● **DATA**:
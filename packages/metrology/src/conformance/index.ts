export { isUndetermined, undetermined } from '../result.ts';
export type { Undetermined } from '../result.ts';
export type { GeneralClass } from '../tables/iso2768-tables.ts';
export { bonusTolerance, virtualCondition } from './bonus.ts';
export type { Bonus, BonusInput, FeatureKind, MaterialModifier, VirtualCondition } from './bonus.ts';
export { compileLimits, SIMPLE_ACCEPTANCE } from './compile-limits.ts';
export type { Bound, CompiledLimits, DecisionRule, ScaledBounds, Zone } from './compile-limits.ts';
export { conformanceProbability, specificRisk } from './conformance-probability.ts';
export type {
  ConformanceProbability,
  MeasuredValue,
  NumericLimits,
  PriorKnowledge,
  SpecificRisk,
} from './conformance-probability.ts';
export { evaluateCompiled, evaluateReadings } from './evaluate-readings.ts';
export type { RefusedReading, SampleEvaluation } from './evaluate-readings.ts';
export { fitClassLimits, standardTolerance, standardToleranceFactor } from './fit-class.ts';
export type { FitClassLimits, ToleranceFactor } from './fit-class.ts';
export { fit, fitOfLimits } from './fits.ts';
export type { ClassFit, Fit } from './fits.ts';
export { generalTolerance } from './general-tolerances.ts';
export type { GeneralFeature, GeneralTolerance } from './general-tolerances.ts';
export { judgeGeometric } from './geometric.ts';
export type { CoordinateDeviations, GeometricInput, GeometricJudgement } from './geometric.ts';
export { globalRisk } from './global-risk.ts';
export type { GlobalRisk } from './global-risk.ts';
export { acceptanceBand, measurementCapabilityIndex } from './guard-band.ts';
export type { AcceptanceBand, MeasurementCapability } from './guard-band.ts';
export { acceptanceLimits, judgeCompiled, judgeDecimal, judgeReading } from './judge-reading.ts';
export type { ReadingJudgement } from './judge-reading.ts';
export { readLimits } from './limits.ts';
export type { Limits, ReadLimits } from './limits.ts';
export { comparePosition, positionBeyond, positionDiameter } from './position.ts';
export type { PositionDiameter } from './position.ts';
export { profileLimits, profileValue } from './profile-zone.ts';
export type { ProfileZone } from './profile-zone.ts';
export { toleranceLimits } from './tolerance-limits.ts';
export type { ToleranceLimits, ToleranceSpec } from './tolerance-limits.ts';
export { judgeAttribute, VERDICT_CODE, verdictOfCode, VERDICTS, worstVerdict } from './verdict.ts';
export type { AttributeJudgement, AttributeResult, Verdict } from './verdict.ts';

● **TASK TO COMPLETE**: Return each line of the data exactly as written above.

● **ANSWER FOR THIS EXERCISE**:
filename packages/metrology/src/conformance/index.ts
export { isUndetermined, undetermined } from '../result.ts';
export type { Undetermined } from '../result.ts';
export type { GeneralClass } from '../tables/iso2768-tables.ts';
export { bonusTolerance, virtualCondition } from './bonus.ts';
export type { Bonus, BonusInput, FeatureKind, MaterialModifier, VirtualCondition } from './bonus.ts';
export { compileLimits, SIMPLE_ACCEPTANCE } from './compile-limits.ts';
export type { Bound, CompiledLimits, DecisionRule, ScaledBounds, Zone } from './compile-limits.ts';
export { conformanceProbability, specificRisk } from './conformance-probability.ts';
export type {
  ConformanceProbability,
  MeasuredValue,
  NumericLimits,
  PriorKnowledge,
  SpecificRisk,
} from './conformance-probability.ts';
export { evaluateCompiled, evaluateReadings } from './evaluate-readings.ts';
export type { RefusedReading, SampleEvaluation } from './evaluate-readings.ts';
export { fitClassLimits, standardTolerance, standardToleranceFactor } from './fit-class.ts';
export type { FitClassLimits, ToleranceFactor } from './fit-class.ts';
export { fit, fitOfLimits } from './fits.ts';
export type { ClassFit, Fit } from './fits.ts';
export { generalTolerance } from './general-tolerances.ts';
export type { GeneralFeature, GeneralTolerance } from './general-tolerances.ts';
export { judgeGeometric } from './geometric.ts';
export type { CoordinateDeviations, GeometricInput, GeometricJudgement } from './geometric.ts';
export { globalRisk } from './global-risk.ts';
export type { GlobalRisk } from './global-risk.ts';
export { acceptanceBand, measurementCapabilityIndex } from './guard-band.ts';
export type { AcceptanceBand, MeasurementCapability } from './guard-band.ts';
export { acceptanceLimits, judgeCompiled, judgeDecimal, judgeReading } from './judge-reading.ts';
export type { ReadingJudgement } from './judge-reading.ts';
export { readLimits } from './limits.ts';
export type { Limits, ReadLimits } from './limits.ts';
export { comparePosition, positionBeyond, positionDiameter } from './position.ts';
export type { PositionDiameter } from './position.ts';
export { profileLimits, profileValue } from './profile-zone.ts';
export type { ProfileZone } from './profile-zone.ts';
export { toleranceLimits } from './tolerance-limits.ts';
export type { ToleranceLimits, ToleranceSpec } from './tolerance-limits.ts';
export { judgeAttribute, VERDICT_CODE, verdictOfCode, VERDICTS, worstVerdict } from './verdict.ts';
export type { AttributeJudgement, AttributeResult, Verdict } from './verdict.ts';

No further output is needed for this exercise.